When neutral bromobutyric acid is attached to the sodium iodide cluster, resulting in Na₆I₅(Br(CH₂)₃COOH)⁺, the most intense fragmentation channel corresponds to evaporation of the intact 4-bromobutyric acid molecule from the cluster, evidenced by the detection of Na₆I₅⁺ (see Fig. 3d–f for the spectra, Table 1 for the reaction energies and Fig. S11 (ESI†) for the kinetics). The second most intense channel is HI elimination. Evaporation of 4-bromobutyric acid or HI requires 99 kJ mol⁻¹ or 77 kJ mol⁻¹, respectively. Following HI elimination, the remaining bromobutyrate affords lactone formation, which reduces the overall reaction energy to 14 kJ mol⁻¹. However, both HI elimination and lactone formation are hindered by barriers (see also below).
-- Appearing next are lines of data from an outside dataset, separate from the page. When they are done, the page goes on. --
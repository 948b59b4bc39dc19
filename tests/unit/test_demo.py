"""The demo market: what its files look like, and that its truth is true."""

from __future__ import annotations

import io
import re

import numpy as np
import pandas as pd
import pytest
from tests.unit.conftest import SMALL
from tests.unit.demo_examples import (
    clean_rows,
    market_return,
    riskless_return,
)

from lineproof.demo import eras, make_demo, series

# --- the shape of what is delivered -----------------------------------------------------------


def test_tables_and_columns(market: dict[str, str | pd.DataFrame]) -> None:
    headers = {
        name: text.partition("\n")[0] for name, text in market.items() if isinstance(text, str)
    }
    assert headers == {
        "returns.csv": "security,date,ret,final_ret,exit_code,price,size,sector",
        "market.csv": "month,total_return",
        "riskless.csv": "month,annual_yield",
        "sector_indices.csv": "asset,month,ret",
    }
    columns = {
        name: list(table) for name, table in market.items() if isinstance(table, pd.DataFrame)
    }
    assert columns == {
        "truth_eras": ["era", "first", "last", "intercept", "slope", "premium"],
        "truth_betas": ["security", "date", "beta", "residual_sd"],
        "truth_faults": ["fault", "kind", "line", "security", "date", "raw"],
    }


def test_clean_lines_have_the_vendor_s_format(market: dict[str, str | pd.DataFrame]) -> None:
    number = r"-?\d+\.\d"
    pattern = re.compile(
        rf"\d{{6}},\d{{4}}-\d\d-\d\d,{number}{{6}},({number}{{6}})?,(ACQ|FAIL|MOVE)?,"
        rf"\d+\.\d{{3}},\d+\.\d{{3}},[a-z]+"
    )
    marked = set(market["truth_faults"]["line"])
    lines = market["returns.csv"].splitlines()
    odd = [
        line
        for number, line in enumerate(lines, start=1)
        if number > 1 and number not in marked and not pattern.fullmatch(line)
    ]
    assert odd == []
    assert "-0.000000" not in market["returns.csv"]


def test_numbers_alive(large: dict[str, str | pd.DataFrame]) -> None:
    truth = large["truth_betas"]
    alive = truth.groupby(truth["date"].str[:7]).size()
    assert len(alive) == 900
    assert alive.min() >= 250
    assert alive.max() <= 450
    assert truth["security"].nunique() == 700
    assert truth["security"].str.fullmatch(r"0\d{5}").all()


def test_dates_are_last_weekdays(market: dict[str, str | pd.DataFrame]) -> None:
    dates = pd.to_datetime(market["truth_betas"]["date"].drop_duplicates())
    expected = pd.date_range(dates.min().replace(day=1), dates.max(), freq="BME")
    assert sorted(dates) == list(expected)


def test_truth_is_in_order_of_security_and_date(market: dict[str, str | pd.DataFrame]) -> None:
    truth = market["truth_betas"]
    assert truth.equals(truth.sort_values(["security", "date"]))


def test_screens_have_something_to_remove(market: dict[str, str | pd.DataFrame]) -> None:
    rows = clean_rows(market)
    assert 0.0 < (rows["price"] < 1.0).mean() < 0.1
    assert 0.0 < (rows["sector"] == "financials").mean() < 0.3
    # Penny shares stay penny shares: no security is on both sides of the screen.
    assert (rows["price"] < 1.0).groupby(rows["security"]).nunique().max() == 1


def test_leavers_have_codes_and_final_returns_in_their_last_row(
    market: dict[str, str | pd.DataFrame],
) -> None:
    rows, truth = clean_rows(market), market["truth_betas"]
    last = rows["date"] == rows["security"].map(truth.groupby("security")["date"].max())
    leaves = last & (rows["date"] < truth["date"].max())
    assert leaves.sum() > 10
    assert rows.loc[leaves, "exit_code"].notna().all()
    assert rows.loc[~leaves, ["exit_code", "final_ret"]].isna().all(axis=None)
    assert rows.loc[rows["final_ret"].notna(), "exit_code"].notna().all()
    assert rows.loc[rows["final_ret"].notna(), "final_ret"].between(-0.9, 0.5).all()


def test_every_sector_index_is_complete(market: dict[str, str | pd.DataFrame]) -> None:
    index = pd.read_csv(io.StringIO(market["sector_indices.csv"]))
    wide = index.pivot(index="month", columns="asset", values="ret")
    assert list(wide.index) == list(market_return(market).index)
    assert wide.shape[1] == 10
    assert wide.notna().all(axis=None)


# --- determinism ------------------------------------------------------------------------------


def test_same_arguments_give_the_same_bytes(small: dict[str, str | pd.DataFrame]) -> None:
    again = make_demo(**SMALL)
    assert list(again) == list(small)
    for name, table in small.items():
        if isinstance(table, str):
            assert again[name] == table
        else:
            pd.testing.assert_frame_equal(again[name], table, check_exact=True)


def test_another_seed_gives_another_market(small: dict[str, str | pd.DataFrame]) -> None:
    other = make_demo(**SMALL | {"seed": 8})
    for name in set(small) - {"truth_eras"}:
        assert not (
            other[name] == small[name]
            if isinstance(small[name], str)
            else other[name].equals(small[name])
        )


@pytest.mark.parametrize(
    ("change", "message"),
    [
        ({"n_securities": 39}, "n_securities must be 40 to 40000, not 39"),
        ({"n_securities": 40_001}, "not 40001"),
        ({"last": "1994-11"}, "59 months; at least 60"),
        ({"last": "1980-01"}, "0 months"),
        ({"first": "a month"}, "(?i)a month"),
    ],
)
def test_impossible_requests_are_refused(change: dict[str, object], message: str) -> None:
    with pytest.raises(ValueError, match=message):
        make_demo(**SMALL | change)


# --- the truth is true ------------------------------------------------------------------------


def test_the_market_is_the_size_weighted_mean(market: dict[str, str | pd.DataFrame]) -> None:
    """In months without a faulty row, sizes in the file rebuild the market and its beta."""
    rows, truth = clean_rows(market), market["truth_betas"]
    listed = truth.groupby(truth["date"].str[:7]).size()
    sound = rows[rows["size"] > 0].groupby("month").size().reindex(listed.index) == listed
    rows["position"] = listed.index.get_indexer(rows["month"])
    before = rows[["security", "position", "size"]].assign(position=rows["position"] + 1)
    rows = rows.merge(before, on=["security", "position"], suffixes=("", "_before"))
    rows = rows[rows["month"].isin(listed.index[sound & sound.shift(fill_value=False)])]
    assert rows["month"].nunique() > 20
    month, weight = rows["month"], rows["size_before"]
    total = weight.groupby(month).sum()
    returns = (weight * rows["ret"]).groupby(month).sum() / total
    # Half a unit of the sixth decimal, in which returns are printed.
    assert (returns - market_return(market)).abs().max() < 5.1e-7
    betas = (weight * rows["beta"]).groupby(month).sum() / total
    np.testing.assert_allclose(betas, 1.0, atol=1e-12)


def test_eras_split_the_default_span_at_the_intended_years(
    large: dict[str, str | pd.DataFrame],
) -> None:
    table = large["truth_eras"]
    assert table["first"].tolist() == ["1950-01", "1972-01", "1989-01", "2007-01"]
    assert table["last"].tolist() == ["1971-12", "1988-12", "2006-12", "2024-12"]
    assert np.allclose(table["intercept"] + table["slope"], table["premium"], rtol=0, atol=1e-15)


def test_the_premium_is_positive_and_near_the_truth_in_each_era(
    large: dict[str, str | pd.DataFrame],
) -> None:
    excess = market_return(large) - riskless_return(large)
    for era in large["truth_eras"].itertuples():
        months = excess[era.first : era.last]
        assert months.mean() > 0
        # KEPT_MEAN_SHOCK of the ordinary sampling error is left.
        allowed = 3 * series.KEPT_MEAN_SHOCK * series.MARKET_SD / np.sqrt(len(months))
        assert months.mean() == pytest.approx(era.premium, abs=allowed)
    assert excess.std() == pytest.approx(series.MARKET_SD, rel=0.15)


def test_monthly_cross_sections_on_true_betas_recover_each_era(
    large: dict[str, str | pd.DataFrame],
) -> None:
    rows = clean_rows(large)
    rows["excess"] = rows["ret"] - rows["riskless"]
    lines = {}
    for month, rows_of_month in rows.groupby("month"):
        regressors = np.column_stack([np.ones(len(rows_of_month)), rows_of_month["beta"]])
        lines[month] = np.linalg.lstsq(regressors, rows_of_month["excess"], rcond=None)[0]
    lines = pd.DataFrame(lines, index=["intercept", "slope"]).T
    # The month's market return moves the slope one for one; without it the slope is known well.
    lines["beyond_market"] = lines["slope"] - (market_return(large) - riskless_return(large))
    for era in large["truth_eras"].itertuples():
        months = lines[era.first : era.last]
        se = months.std() / np.sqrt(len(months))
        truth = {
            "intercept": era.intercept,
            "slope": era.slope,
            "beyond_market": era.slope - era.premium,
        }
        for term, value in truth.items():
            assert abs(months[term].mean() - value) < 3 * se[term], (era.era, term)
        assert se["beyond_market"] < 0.001


def test_residuals_have_their_stated_risk_and_heavy_tails(
    large: dict[str, str | pd.DataFrame],
) -> None:
    rows = clean_rows(large)
    intercept = pd.Series(
        eras.by_month("intercept", 900), index=sorted(set(rows["month"])), name="zero"
    )
    rows = rows.join(intercept, on="month")
    excess = rows["market"] - rows["riskless"]
    line = rows["zero"] * (1 - rows["beta"]) + rows["beta"] * excess
    standardised = (rows["ret"] - rows["riskless"] - line) / rows["residual_sd"]
    # 290,000 draws with a kurtosis of nine: the sd has a standard error of .0026; three of them.
    assert standardised.std() == pytest.approx(1.0, abs=0.008)
    assert standardised.kurt() > 2.0
    # Residual risk rises with the size of beta, group by group.
    groups = pd.qcut(rows["beta"].abs(), 10, labels=False)
    assert rows["residual_sd"].groupby(groups).mean().is_monotonic_increasing


def test_true_betas_move_slowly_and_revert(large: dict[str, str | pd.DataFrame]) -> None:
    truth = large["truth_betas"]
    by_security = truth.groupby("security")["beta"]
    assert by_security.diff().std() < 0.06
    assert by_security.std().dropna().median() > 0.1
    assert 0.4 < truth["beta"].std() < 0.7


def test_regressions_of_long_lived_securities_find_their_mean_beta(
    large: dict[str, str | pd.DataFrame],
) -> None:
    rows = clean_rows(large)
    inside = 0
    lived = [group for _, group in rows.groupby("security") if len(group) > 600]
    for group in lived:
        regressors = np.column_stack([np.ones(len(group)), group["market"] - group["riskless"]])
        outcome = group["ret"] - group["riskless"]
        found, squares, *_ = np.linalg.lstsq(regressors, outcome, rcond=None)
        variance = squares[0] / (len(group) - 2) * np.linalg.inv(regressors.T @ regressors)
        inside += abs(found[1] - group["beta"].mean()) < 3 * np.sqrt(variance[1, 1])
    assert len(lived) > 50
    # Betas wander with the market's heavy tails, so a little under the nominal 99.7 %.
    assert inside / len(lived) > 0.95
We note that HI release was already observed in a previous study where cesium iodide clusters were doped with small peptides.⁶⁰ In both cases, HI elimination probably follows a similar mechanism as the release of HCl from a bulk sea-salt surface following uptake of HNO₃, which was reported by Haan and Finlayson-Pitts.⁶⁵

The IR spectrum shows that the cluster is present in several conformations. For example, in the O–H stretching region, the peak at 3569 cm⁻¹ results from a free O–H vibration (e.g. in isomer IVb), whereas the broad absorption centered at 3241 cm⁻¹ is induced by the OH⋯I⁻ interaction (isomers IVa and IVc). In the 2800–3000 cm⁻¹ region, C–H vibrations contribute to the experimental spectral intensity. For the fragmentation in this wavelength region, at least one photon is needed. The peak at 1739 cm⁻¹ points towards isomer IVb or similar conformations, with at least three photons needed for the dissociation. The experimental and theoretical cross section values are comparable in this region. Since the signal and the absorption around 1200 cm⁻¹ were very weak, no assignment to a specific isomer is possible.

Fig. 4 shows experimental and calculated IR spectra of Na₆I₄(Br(CH₂)₄COO)⁺ and Na₆I₅(Br(CH₂)₄COOH)⁺. The spectra for Na₆I₄(Br(CH₂)₄COO)⁺ were measured with 20 s (region IR1), 10 s (region IR2) and 3 s (region IR3) irradiation time, the irradiation times for Na₆I₅(Br(CH₂)₄COOH)⁺ were 10 s (region IR1), 10 s (region IR2) and 3 s (region IR3). For 5-bromovalerate complexed with salt, several different fragmentation patterns are observed (Table 1), where the dominant fragment Na₆I₄Br⁺ is consistent with valerolactone elimination. In lower yields, Na₂I⁺ and Na₄I₂(Br(CH₂)₄COO)⁺ are observed. Na₄I₂Br⁺ appears with less intensity and may be created during secondary reactions. The most stable structure in Fig. 2d, isomer Va, shows that lactone formation is again energetically preferred.

Fig. 4 Experimental IRMPD yield spectra of (a) Na₆I₄(Br(CH₂)₄COO)⁺ and (d) Na₆I₅(Br(CH₂)₄COOH)⁺ with contribution of the most intense fragmentation products. (b and e) Multiphoton photodissociation cross sections derived from (a and d). (c and f) Calculated spectra in harmonic approximation for Na₆I₄(Br(CH₂)₄COO)⁺ and Na₆I₅(Br(CH₂)₄COOH)⁺, respectively, for 833–3846 cm⁻¹. Here, the regions measured in detail are shown. The overview spectra are provided in Fig. S3 (ESI†). The theoretical spectra are scaled with a factor of 0.97.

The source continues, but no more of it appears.